When I lived there, my friend Lucero (who owns the property) had her mother living in my current home, and visited often. I took care of their five dogs, and kept an eye on her mother, while her mom occasionally translated for me with tradespeople or on local issues. The dogs spent much of the day in the corral on the far side of the property to my own residence, but since I could just walk across to it, there were no practical issues of access to overcome.

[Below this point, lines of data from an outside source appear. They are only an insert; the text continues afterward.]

def semi_global_matching(
    left: np.ndarray,
    right: np.ndarray,
    d_min: int,
    n_disp: int,
    *,
    cost: str = "census",
    window: tuple[int, int] = (_D.census_width, _D.census_height),
    p1: int = _D.p1,
    p2: int = _D.p2,
    p2_gradient_scale: float = _D.p2_gradient_scale,
    paths: int = _D.paths,
    block_rows: int | None = None,
    workspace: Workspace | None = None,
) -> Winners:
    """Semi-global matching of a rectified pair, straight to the winners.

    The same result as :func:`aggregate_costs` followed by picking winners, in
    ``O(sqrt(H) · W · D)`` memory instead of a volume: census costs are computed
    a row at a time, the forward path sums are recomputed block by block from
    checkpoints (see :mod:`._sgm_kernels`), winners of the left and the right
    image are picked as the pass up finishes each row, and all arithmetic runs
    on 16-bit vector lanes.

    Parameters
    ----------
    left, right : (H, W) float arrays
        Rectified grey images, 0–255 scale.
    d_min, n_disp : int
        Hypothesis ``k`` is disparity ``d_min + k``, ``0 <= k < n_disp``.
    cost : str
        A name from :data:`~stereomesh.matching.costs.COST_FUNCTIONS`. Census
        runs row by row; any other cost is computed as a volume first.
    window : (int, int)
        Matching window ``(width, height)`` of the cost.
    p1, p2, p2_gradient_scale, paths
        As for :func:`aggregate_costs`.
    block_rows : int, optional
        Rows per recomputed block: ``H`` stores every forward sum (fastest, most
        memory); by default the size that needs least memory
        (:func:`best_block_rows`); :func:`plan_block_rows` picks for a budget.
    workspace : Workspace, optional
        Work memory to reuse across calls (fresh memory costs page faults).

    Returns
    -------
    Winners

    Examples
    --------
    >>> import numpy as np
    >>> rng = np.random.default_rng(0)
    >>> right = (rng.random((30, 60)) * 255).astype(np.float32)
    >>> left = np.roll(right, 5, axis=1)
    >>> w = semi_global_matching(left, right, 0, 16)
    >>> int(np.median(w.best_k[:, 20:]))
    5
    """
    from stereomesh.matching import _kernels, _sgm_kernels
    from stereomesh.matching._simd import LANES
    from stereomesh.matching.costs import COST_FUNCTIONS, MAX_CENSUS_BITS

    left = np.ascontiguousarray(left, np.float32)
    right = np.ascontiguousarray(right, np.float32)
    if left.ndim != 2 or left.shape != right.shape:
        raise ValueError(f"need two grey images of one shape, got {left.shape}, {right.shape}")
    if paths not in (4, 8):
        raise ValueError(f"paths must be 4 or 8, got {paths}")
    if not (0 <= p1 < p2 <= MAX_P2):
        raise ValueError(f"need 0 <= p1 < p2 <= {MAX_P2}, got p1={p1}, p2={p2}")
    if n_disp < 1:
        raise ValueError(f"n_disp must be at least 1, got {n_disp}")
    h, w = left.shape
    if block_rows is None:
        block_rows = best_block_rows(h, paths)
    block_rows = int(min(max(1, block_rows), h))
    if cost == "census":
        ww, wh = (int(v) for v in window)
        invalid = ww * wh - 1
        if ww % 2 == 0 or wh % 2 == 0 or invalid > MAX_CENSUS_BITS:
            raise ValueError(f"census window must have odd sides and at most "
                             f"{MAX_CENSUS_BITS} comparisons, got {window}")
        volume = np.zeros((1, 1, 1), np.uint8)
        max_cost = invalid
    else:
        volume = np.ascontiguousarray(COST_FUNCTIONS[cost](left, right, d_min, n_disp,
                                                           window=window))
        invalid = 0
        max_cost = int(volume.max()) if volume.size else 0
    # Larger than any path cost can reach by more than P2: padded hypotheses stay inert.
    pad_cost = max_cost + 2 * p2 + 1
    # Path values never exceed the largest cost plus P2 (the step term is at
    # most P2 above the previous minimum, which is subtracted).
    narrow = max_cost + p2 <= 255
    byte_paths = _sgm_kernels.byte_lanes_fit(max_cost, p2, pad_cost, narrow)
    lanes = 2 * LANES if byte_paths else LANES
    dp = -(-n_disp // lanes) * lanes
    if cost == "census":
        planes = -(-invalid // 16)
        pads = _sgm_kernels._right_pad(d_min, dp)
        left_planes = _kernels.census_planes_of_image(
            _kernels.edge_padded(left, wh // 2, ww // 2), ww, wh, planes, 0, 0, False)
        right_planes = _kernels.census_planes_of_image(
            _kernels.edge_padded(right, wh // 2, ww // 2), ww, wh, planes, *pads, True)
    else:
        left_planes = right_planes = np.zeros((1, 1, 1), np.uint16)
    # Costs travel in the low bits of the stored forward sums when they fit.
    packing = _sgm_kernels.cost_packing(max_cost, p2, pad_cost, paths == 8)
    shapes = _sgm_kernels.buffer_shapes(h, w, dp, paths == 8, block_rows, narrow, byte_paths)
    buffers = (workspace or Workspace()).arrays(shapes)
    best_k, c1, c2, cm, cp, best_right = _sgm_kernels.sgm_solve(
        left_planes, right_planes, volume, cost != "census", left, int(d_min), int(n_disp), dp,
        int(invalid), int(pad_cost), int(p1), int(p2), float(p2_gradient_scale), paths == 8,
        block_rows, *packing, _lane_columns(w, None), _lane_columns(w, True),
        _lane_columns(w, False), *buffers,
    )
    labels = np.maximum(best_k, 0)
    if cost == "census":
        unary = _sgm_kernels.census_unary(left_planes, right_planes, labels, int(d_min),
                                          float(invalid))
    else:
        unary = np.take_along_axis(volume, labels[..., None], axis=2)[..., 0].astype(np.float32)
    return Winners(best_k, c1, c2, cm, cp, best_right, unary)


class Workspace:
    """Work memory of :func:`semi_global_matching`, kept for the next call.

    Fresh memory costs a page fault per page on first use, which on some
    machines takes longer than the matching; a caller solving many pairs (or
    many strips) passes one workspace to every call. It grows to the largest
    request and is released with the object. While it is empty, the engine
    plans for the least memory (see :func:`plan_block_rows`).

    Examples
    --------
    >>> ws = Workspace()
    >>> a, b = ws.arrays([((4, 8), np.uint16), ((3,), np.uint8)])
    >>> a.shape, b.dtype.name, a.ctypes.data % 64
    ((4, 8), 'uint8', 0)
    """

    ALIGN = 64

    def __init__(self) -> None:
        self._buffer = np.empty(0, np.uint8)

    @property
    def nbytes(self) -> int:
        return self._buffer.nbytes

    def arrays(self, specs: list[tuple[tuple[int, ...], type]]) -> list[np.ndarray]:
        """Arrays of the given ``(shape, dtype)``, each 64-byte aligned, in this memory."""
        sizes = [int(np.prod(shape)) * np.dtype(dtype).itemsize for shape, dtype in specs]
        padded = [-(-n // self.ALIGN) * self.ALIGN for n in sizes]
        need = sum(padded) + self.ALIGN
        if self._buffer.size < need:
            self._buffer = np.empty(need, np.uint8)
        start = -self._buffer.ctypes.data % self.ALIGN
        out = []
        for (shape, dtype), n, step in zip(specs, sizes, padded, strict=True):
            out.append(self._buffer[start : start + n].view(dtype).reshape(shape))
            start += step
        return out


def best_block_rows(height: int, paths: int = _D.paths) -> int:
    """Rows per recomputed block that minimise checkpoints plus block buffer.

    Checkpoints hold ``ndir`` rows of path values each (3 directions from above
    with 8 paths, 1 with 4), one per block; the block buffer holds one row of
    sums per block row: ``(H / k) · ndir + k`` rows, least at ``k = sqrt(ndir · H)``.
    """
    ndir = 3 if paths == 8 else 1
    return max(1, min(height, int(round(np.sqrt(ndir * height)))))


def memory_bytes(height: int, width: int, n_disp: int, *, paths: int = _D.paths,
                 cost: str = _D.cost, block_rows: int | None = None, p2: int = _D.p2,
                 window: tuple[int, int] = (_D.census_width, _D.census_height)) -> int:
    """Bytes :func:`semi_global_matching` allocates for an image of this size.

    Work buffers, census strings, the output maps and (for costs other than
    census) the cost volume; ``block_rows``, ``p2`` and ``window`` as for
    :func:`semi_global_matching`. Path buffers are bytes only when the largest
    cost plus ``p2`` fits one; volume costs are assumed not to (their largest
    value is known only once they are computed).
    """
    from stereomesh.matching._sgm_kernels import buffer_shapes
    from stereomesh.matching._simd import LANES

    dp = -(-n_disp // (2 * LANES)) * 2 * LANES  # the wider padding of byte lanes, at most
    k = best_block_rows(height, paths) if block_rows is None else min(block_rows, height)
    max_cost = window[0] * window[1] - 1 if cost == "census" else 255
    narrow = max_cost + p2 <= 255
    work = sum(int(np.prod(shape)) * np.dtype(dtype).itemsize
               for shape, dtype in buffer_shapes(height, width, dp, paths == 8, k, narrow))
    pixels = height * width
    # The edge-padded float32 images the census is taken of, and its 16-bit
    # planes (up to 4 per image).
    census = pixels * 4 * 2 + 4 * 2 * (pixels + height * (width + 2 * dp))
    volume = 0 if cost == "census" else pixels * n_disp
    return work + census + volume + pixels * 4 * 7


def plan_block_rows(height: int, width: int, n_disp: int, budget_bytes: int, *,
                    paths: int = _D.paths, cost: str = _D.cost, fresh: bool = False,
                    p2: int = _D.p2,
                    window: tuple[int, int] = (_D.census_width, _D.census_height)) -> int | None:
    """Rows per block for a memory budget, or None if even the smallest need does not fit.

    Larger blocks recompute fewer rows (the first pass covers all rows above
    the last block: ``2 H - k`` forward rows in all, ``H`` when the block is
    the whole image), so the largest block that fits is taken, unless the
    work memory is ``fresh`` (a new :class:`Workspace`): the first touch of
    new memory costs more than recomputing rows (on this project's reference
    VM about 0.3 ms per block row of memory at 1.4 MP x 256 hypotheses,
    against 0.05 ms per recomputed row), so a one-off call takes the block
    that needs least memory, and a workspace grows once it is reused.
    """
    def need(k):
        return memory_bytes(height, width, n_disp, paths=paths, cost=cost, block_rows=k, p2=p2,
                            window=window)

    lo = best_block_rows(height, paths)
    if need(lo) > budget_bytes:
        return None
    if fresh:
        return lo
    hi = height
    while lo < hi:  # need() grows with k above the least-memory size
        mid = (lo + hi + 1) // 2
        lo, hi = (mid, hi) if need(mid) <= budget_bytes else (lo, mid - 1)
    return lo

Since Ofelia’s time, however, there’s been a fence between the two houses. And Lucero’s mom isn’t independent enough any more to live here. So, staying in my old place with its small amount of open ground, when the surviving dogs are again my responsibility, wouldn’t be convenient.
Anyway, nearly three weeks ago, I finally got into cleaning and painting the old place, after having a couple of structural problems fixed by a professional. It’s not the classic ‘renovation hell,’ but I’m a terribly sloppy painter. Also, I found it became slow going when I kept getting stoned on paint thinner. As a friend of mine quipped, “Yep, cheap drugs give you the worst highs.”
More to the point perhaps, the architect who’d lived there was as as much into housekeeping as I am into house painting, and there are layers of grime to remove. I began washing the windows this afternoon, and after two hours I was only half done. I still have to tackle accumulated grease in the kitchen. I was planning to rent the place in February, but that isn’t likely right now.
Still, the process of removing flaking or chipped paint, along with generations of spider webs, is having its effect. And it isn’t what I was expecting. This is, after all, my own old house, designed and redesigned over and over, during afternoons when I was supposed to be working at my old day-job. We have a bond, the house and I, and it’s probably starting to forgive me for abandoning it for five years.
A couple of people have asked me about renting it, since inexpensive places round here have become scarce, but I don’t really want anyone in there, unless Ofelia cloned herself before leaving us. After the architect, whom I did like as a friend, I’m wary of anyone having it. I also enjoy my solitude, even as I recognise that it’s practical at my age not to live in isolation.
So, I’ve noticed that I’ve been spinning out the work, rather than rushing to complete it. If and when I do rent the house, I want it to be in half-decent condition. But for now, despite paint fumes and having to be on my knees scraping the floor at times, I’m simply enjoying renewing acquaintance with it.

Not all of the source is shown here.